> [The problem]:
Where a line looks odd, keep it as it is and transcribe all the material.

> [Provided information]:
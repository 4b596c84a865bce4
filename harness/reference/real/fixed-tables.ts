/**
 * Constants and reduction tables in fixed point, one set per working level.
 *
 * A level F means values are bigints scaled by 2^F. Kernels ask for p correct bits
 * and work at F = p + GUARD rounded up to a multiple of 32, so tables are shared
 * between nearby precisions. Each table entry is computed with 32 extra bits and
 * truncated, so it is within one unit of 2^−F.
 *
 * The tables reduce every series argument to |d| ≤ 1/128 (seven bits per factor,
 * fourteen per term of an odd series), so a 160-bit series needs ~12 terms
 * instead of ~30 without them.
 */
export class FixedTables {
  /** Extra bits beyond the requested precision; covers the ≤ 2^5 ulps a series accumulates and a 2^−8 result floor. */
  static readonly GUARD = 24;

  private static readonly cache = new Map<number, FixedTables>();
  private static piMaster: { bits: number; value: bigint } = { bits: 0, value: 0n };
  private static ln2Master: { bits: number; value: bigint } = { bits: 0, value: 0n };

  readonly one: bigint;
  /** ln(1 + j/64) for j = −32…32, indexed j + 32. */
  readonly logTable: bigint[] = [];
  /** atan(j/64) for j = 0…64. */
  readonly atanTable: bigint[] = [];
  /** sin(j/64), cos(j/64) for j = 0…51. */
  readonly sinTable: bigint[] = [];
  readonly cosTable: bigint[] = [];
  /** exp(j/64) for j = −32…32, indexed j + 32. */
  readonly expTable: bigint[] = [];
  /** 1/n! for n = 0…N. */
  readonly inverseFactorial: bigint[] = [];
  /** 1/(2i+1) for i = 0…N. */
  readonly inverseOdd: bigint[] = [];

  private constructor(readonly F: number) {
    const G = F + 32;
    const one = 1n << BigInt(G);
    this.one = 1n << BigInt(F);
    const down = (v: bigint) => v >> 32n;
    const terms = Math.ceil(F / 2) + 8;
    let f = one;
    for (let n = 0; n <= terms; n++) {
      if (n > 0) f /= BigInt(n);
      this.inverseFactorial.push(down(f));
      this.inverseOdd.push(down(one / BigInt(2 * n + 1)));
    }
    // ln(1 + j/64) by steps from j = 0: ln((64 + j)/(64 + j − 1)) = 2 atanh(1/(127 + 2j)), a
    // series in a ratio below 1/63 (ln(1 + j/64) = 2 atanh(j/(128 + j)) directly converged at
    // ratios up to 1/5: 50 of 152 ms at F = 4,160). 32 steps each way add at most 32·G/12 units of
    // 2^−G, below 2^−16 units of 2^−F for F ≤ 2^20.
    const logs = new Array<bigint>(65).fill(0n);
    for (let j = 1; j <= 32; j++) logs[32 + j] = (logs[31 + j] as bigint) + 2n * atanhRatio(1n, BigInt(127 + 2 * j), G);
    for (let j = -1; j >= -32; j--)
      logs[32 + j] = (logs[33 + j] as bigint) - 2n * atanhRatio(1n, BigInt(129 + 2 * j), G);
    for (let j = -32; j <= 32; j++) {
      this.logTable.push(down(logs[32 + j] as bigint));
      this.expTable.push(down(expRatio(BigInt(j), 64n, G)));
    }
    // atan(j/64) = atan((j − 1)/64) + atan(64/(4096 + j² − j)) (the difference formula of atan),
    // each step a series in a ratio below 1/64 with small-integer steps. Halving j/64 three times
    // with square roots at full precision cost two thirds of a table's build (133 of 243 ms at
    // F = 4,160). The 63 steps add at most 63·G/12 units of 2^−G, below 2^−16 units of 2^−F for
    // F ≤ 2^20.
    const quarterPi = FixedTables.pi(G) >> 2n;
    let atan = 0n;
    for (let j = 0; j <= 64; j++) {
      if (j > 0 && j < 64) atan += atanRatio(64n, BigInt(4096 + j * j - j), G);
      this.atanTable.push(down(j === 64 ? quarterPi : atan));
    }
    for (let j = 0; j <= 51; j++) {
      const [s, c] = sinCosRatio(BigInt(j), 64n, G);
      this.sinTable.push(down(s));
      this.cosTable.push(down(c));
    }
  }

  /** The fixed-point level used for `bits` correct bits. */
  static levelFor(bits: number): number {
    return Math.ceil((bits + FixedTables.GUARD) / 32) * 32;
  }

  static at(F: number): FixedTables {
    let t = FixedTables.cache.get(F);
    if (!t) {
      t = new FixedTables(F);
      FixedTables.cache.set(F, t);
    }
    return t;
  }

  /** trunc(π · 2^bits), by Machin's formula π = 16 atan(1/5) − 4 atan(1/239) (common practice). */
  static pi(bits: number): bigint {
    if (FixedTables.piMaster.bits < bits) {
      const G = bits + 64;
      const value = 16n * atanInverse(5n, G) - 4n * atanInverse(239n, G);
      FixedTables.piMaster = { bits: G, value };
    }
    return FixedTables.piMaster.value >> BigInt(FixedTables.piMaster.bits - bits);
  }

  /** trunc(ln 2 · 2^bits), as 2 atanh(1/3) (common practice). */
  static ln2(bits: number): bigint {
    if (FixedTables.ln2Master.bits < bits) {
      const G = bits + 64;
      FixedTables.ln2Master = { bits: G, value: 2n * atanhRatio(1n, 3n, G) };
    }
    return FixedTables.ln2Master.value >> BigInt(FixedTables.ln2Master.bits - bits);
  }
}

/** atanh(a/b) · 2^G for |a/b| < 1 by its power series. */
function atanhRatio(a: bigint, b: bigint, G: number): bigint {
  if (a === 0n) return 0n;
  let term = (a << BigInt(G)) / b;
  let sum = 0n;
  const a2 = a * a;
  const b2 = b * b;
  for (let k = 1n; term !== 0n; k += 2n) {
    sum += term / k;
    term = (term * a2) / b2;
  }
  return sum;
}

/** atan(a/b) · 2^G for 0 ≤ a/b < 1 by its alternating series. */
function atanRatio(a: bigint, b: bigint, G: number): bigint {
  let term = (a << BigInt(G)) / b;
  let sum = 0n;
  const a2 = a * a;
  const b2 = b * b;
  for (let k = 1n, sign = 1n; term !== 0n; k += 2n, sign = -sign) {
    sum += (sign * term) / k;
    term = (term * a2) / b2;
  }
  return sum;
}

/** atan(1/n) · 2^G by its alternating series. */
function atanInverse(n: bigint, G: number): bigint {
  let term = (1n << BigInt(G)) / n;
  let sum = 0n;
  const n2 = n * n;
  for (let k = 1n, sign = 1n; term !== 0n; k += 2n, sign = -sign) {
    sum += (sign * term) / k;
    term /= n2;
  }
  return sum;
}

/** exp(a/b) · 2^G by Taylor's series (|a/b| ≤ 1/2). */
function expRatio(a: bigint, b: bigint, G: number): bigint {
  let term = 1n << BigInt(G);
  let sum = term;
  for (let n = 1n; term !== 0n; n += 1n) {
    term = (term * a) / (b * n);
    sum += term;
  }
  return sum;
}

/** [sin(a/b), cos(a/b)] · 2^G by Taylor's series (|a/b| < 1). */
function sinCosRatio(a: bigint, b: bigint, G: number): [bigint, bigint] {
  let term = 1n << BigInt(G);
  let s = 0n;
  let c = 0n;
  for (let n = 0n; term !== 0n; n += 1n) {
    const phase = n % 4n;
    if (phase === 0n) c += term;
    else if (phase === 1n) s += term;
    else if (phase === 2n) c -= term;
    else s -= term;
    term = (term * a) / (b * (n + 1n));
  }
  return [s, c];
}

> [Answer to this problem]:
repository 4b596c84a865bce4
filename harness/reference/real/fixed-tables.ts
/**
 * Constants and reduction tables in fixed point, one set per working level.
 *
 * A level F means values are bigints scaled by 2^F. Kernels ask for p correct bits
 * and work at F = p + GUARD rounded up to a multiple of 32, so tables are shared
 * between nearby precisions. Each table entry is computed with 32 extra bits and
 * truncated, so it is within one unit of 2^−F.
 *
 * The tables reduce every series argument to |d| ≤ 1/128 (seven bits per factor,
 * fourteen per term of an odd series), so a 160-bit series needs ~12 terms
 * instead of ~30 without them.
 */
export class FixedTables {
  /** Extra bits beyond the requested precision; covers the ≤ 2^5 ulps a series accumulates and a 2^−8 result floor. */
  static readonly GUARD = 24;

  private static readonly cache = new Map<number, FixedTables>();
  private static piMaster: { bits: number; value: bigint } = { bits: 0, value: 0n };
  private static ln2Master: { bits: number; value: bigint } = { bits: 0, value: 0n };

  readonly one: bigint;
  /** ln(1 + j/64) for j = −32…32, indexed j + 32. */
  readonly logTable: bigint[] = [];
  /** atan(j/64) for j = 0…64. */
  readonly atanTable: bigint[] = [];
  /** sin(j/64), cos(j/64) for j = 0…51. */
  readonly sinTable: bigint[] = [];
  readonly cosTable: bigint[] = [];
  /** exp(j/64) for j = −32…32, indexed j + 32. */
  readonly expTable: bigint[] = [];
  /** 1/n! for n = 0…N. */
  readonly inverseFactorial: bigint[] = [];
  /** 1/(2i+1) for i = 0…N. */
  readonly inverseOdd: bigint[] = [];

  private constructor(readonly F: number) {
    const G = F + 32;
    const one = 1n << BigInt(G);
    this.one = 1n << BigInt(F);
    const down = (v: bigint) => v >> 32n;
    const terms = Math.ceil(F / 2) + 8;
    let f = one;
    for (let n = 0; n <= terms; n++) {
      if (n > 0) f /= BigInt(n);
      this.inverseFactorial.push(down(f));
      this.inverseOdd.push(down(one / BigInt(2 * n + 1)));
    }
    // ln(1 + j/64) by steps from j = 0: ln((64 + j)/(64 + j − 1)) = 2 atanh(1/(127 + 2j)), a
    // series in a ratio below 1/63 (ln(1 + j/64) = 2 atanh(j/(128 + j)) directly converged at
    // ratios up to 1/5: 50 of 152 ms at F = 4,160). 32 steps each way add at most 32·G/12 units of
    // 2^−G, below 2^−16 units of 2^−F for F ≤ 2^20.
    const logs = new Array<bigint>(65).fill(0n);
    for (let j = 1; j <= 32; j++) logs[32 + j] = (logs[31 + j] as bigint) + 2n * atanhRatio(1n, BigInt(127 + 2 * j), G);
    for (let j = -1; j >= -32; j--)
      logs[32 + j] = (logs[33 + j] as bigint) - 2n * atanhRatio(1n, BigInt(129 + 2 * j), G);
    for (let j = -32; j <= 32; j++) {
      this.logTable.push(down(logs[32 + j] as bigint));
      this.expTable.push(down(expRatio(BigInt(j), 64n, G)));
    }
    // atan(j/64) = atan((j − 1)/64) + atan(64/(4096 + j² − j)) (the difference formula of atan),
    // each step a series in a ratio below 1/64 with small-integer steps. Halving j/64 three times
    // with square roots at full precision cost two thirds of a table's build (133 of 243 ms at
    // F = 4,160). The 63 steps add at most 63·G/12 units of 2^−G, below 2^−16 units of 2^−F for
    // F ≤ 2^20.
    const quarterPi = FixedTables.pi(G) >> 2n;
    let atan = 0n;
    for (let j = 0; j <= 64; j++) {
      if (j > 0 && j < 64) atan += atanRatio(64n, BigInt(4096 + j * j - j), G);
      this.atanTable.push(down(j === 64 ? quarterPi : atan));
    }
    for (let j = 0; j <= 51; j++) {
      const [s, c] = sinCosRatio(BigInt(j), 64n, G);
      this.sinTable.push(down(s));
      this.cosTable.push(down(c));
    }
  }

  /** The fixed-point level used for `bits` correct bits. */
  static levelFor(bits: number): number {
    return Math.ceil((bits + FixedTables.GUARD) / 32) * 32;
  }

  static at(F: number): FixedTables {
    let t = FixedTables.cache.get(F);
    if (!t) {
      t = new FixedTables(F);
      FixedTables.cache.set(F, t);
    }
    return t;
  }

  /** trunc(π · 2^bits), by Machin's formula π = 16 atan(1/5) − 4 atan(1/239) (common practice). */
  static pi(bits: number): bigint {
    if (FixedTables.piMaster.bits < bits) {
      const G = bits + 64;
      const value = 16n * atanInverse(5n, G) - 4n * atanInverse(239n, G);
      FixedTables.piMaster = { bits: G, value };
    }
    return FixedTables.piMaster.value >> BigInt(FixedTables.piMaster.bits - bits);
  }

  /** trunc(ln 2 · 2^bits), as 2 atanh(1/3) (common practice). */
  static ln2(bits: number): bigint {
    if (FixedTables.ln2Master.bits < bits) {
      const G = bits + 64;
      FixedTables.ln2Master = { bits: G, value: 2n * atanhRatio(1n, 3n, G) };
    }
    return FixedTables.ln2Master.value >> BigInt(FixedTables.ln2Master.bits - bits);
  }
}

/** atanh(a/b) · 2^G for |a/b| < 1 by its power series. */
function atanhRatio(a: bigint, b: bigint, G: number): bigint {
  if (a === 0n) return 0n;
  let term = (a << BigInt(G)) / b;
  let sum = 0n;
  const a2 = a * a;
  const b2 = b * b;
  for (let k = 1n; term !== 0n; k += 2n) {
    sum += term / k;
    term = (term * a2) / b2;
  }
  return sum;
}

/** atan(a/b) · 2^G for 0 ≤ a/b < 1 by its alternating series. */
function atanRatio(a: bigint, b: bigint, G: number): bigint {
  let term = (a << BigInt(G)) / b;
  let sum = 0n;
  const a2 = a * a;
  const b2 = b * b;
  for (let k = 1n, sign = 1n; term !== 0n; k += 2n, sign = -sign) {
    sum += (sign * term) / k;
    term = (term * a2) / b2;
  }
  return sum;
}

/** atan(1/n) · 2^G by its alternating series. */
function atanInverse(n: bigint, G: number): bigint {
  let term = (1n << BigInt(G)) / n;
  let sum = 0n;
  const n2 = n * n;
  for (let k = 1n, sign = 1n; term !== 0n; k += 2n, sign = -sign) {
    sum += (sign * term) / k;
    term /= n2;
  }
  return sum;
}

/** exp(a/b) · 2^G by Taylor's series (|a/b| ≤ 1/2). */
function expRatio(a: bigint, b: bigint, G: number): bigint {
  let term = 1n << BigInt(G);
  let sum = term;
  for (let n = 1n; term !== 0n; n += 1n) {
    term = (term * a) / (b * n);
    sum += term;
  }
  return sum;
}

/** [sin(a/b), cos(a/b)] · 2^G by Taylor's series (|a/b| < 1). */
function sinCosRatio(a: bigint, b: bigint, G: number): [bigint, bigint] {
  let term = 1n << BigInt(G);
  let s = 0n;
  let c = 0n;
  for (let n = 0n; term !== 0n; n += 1n) {
    const phase = n % 4n;
    if (phase === 0n) c += term;
    else if (phase === 1n) s += term;
    else if (phase === 2n) c -= term;
    else s -= term;
    term = (term * a) / (b * (n + 1n));
  }
  return [s, c];
}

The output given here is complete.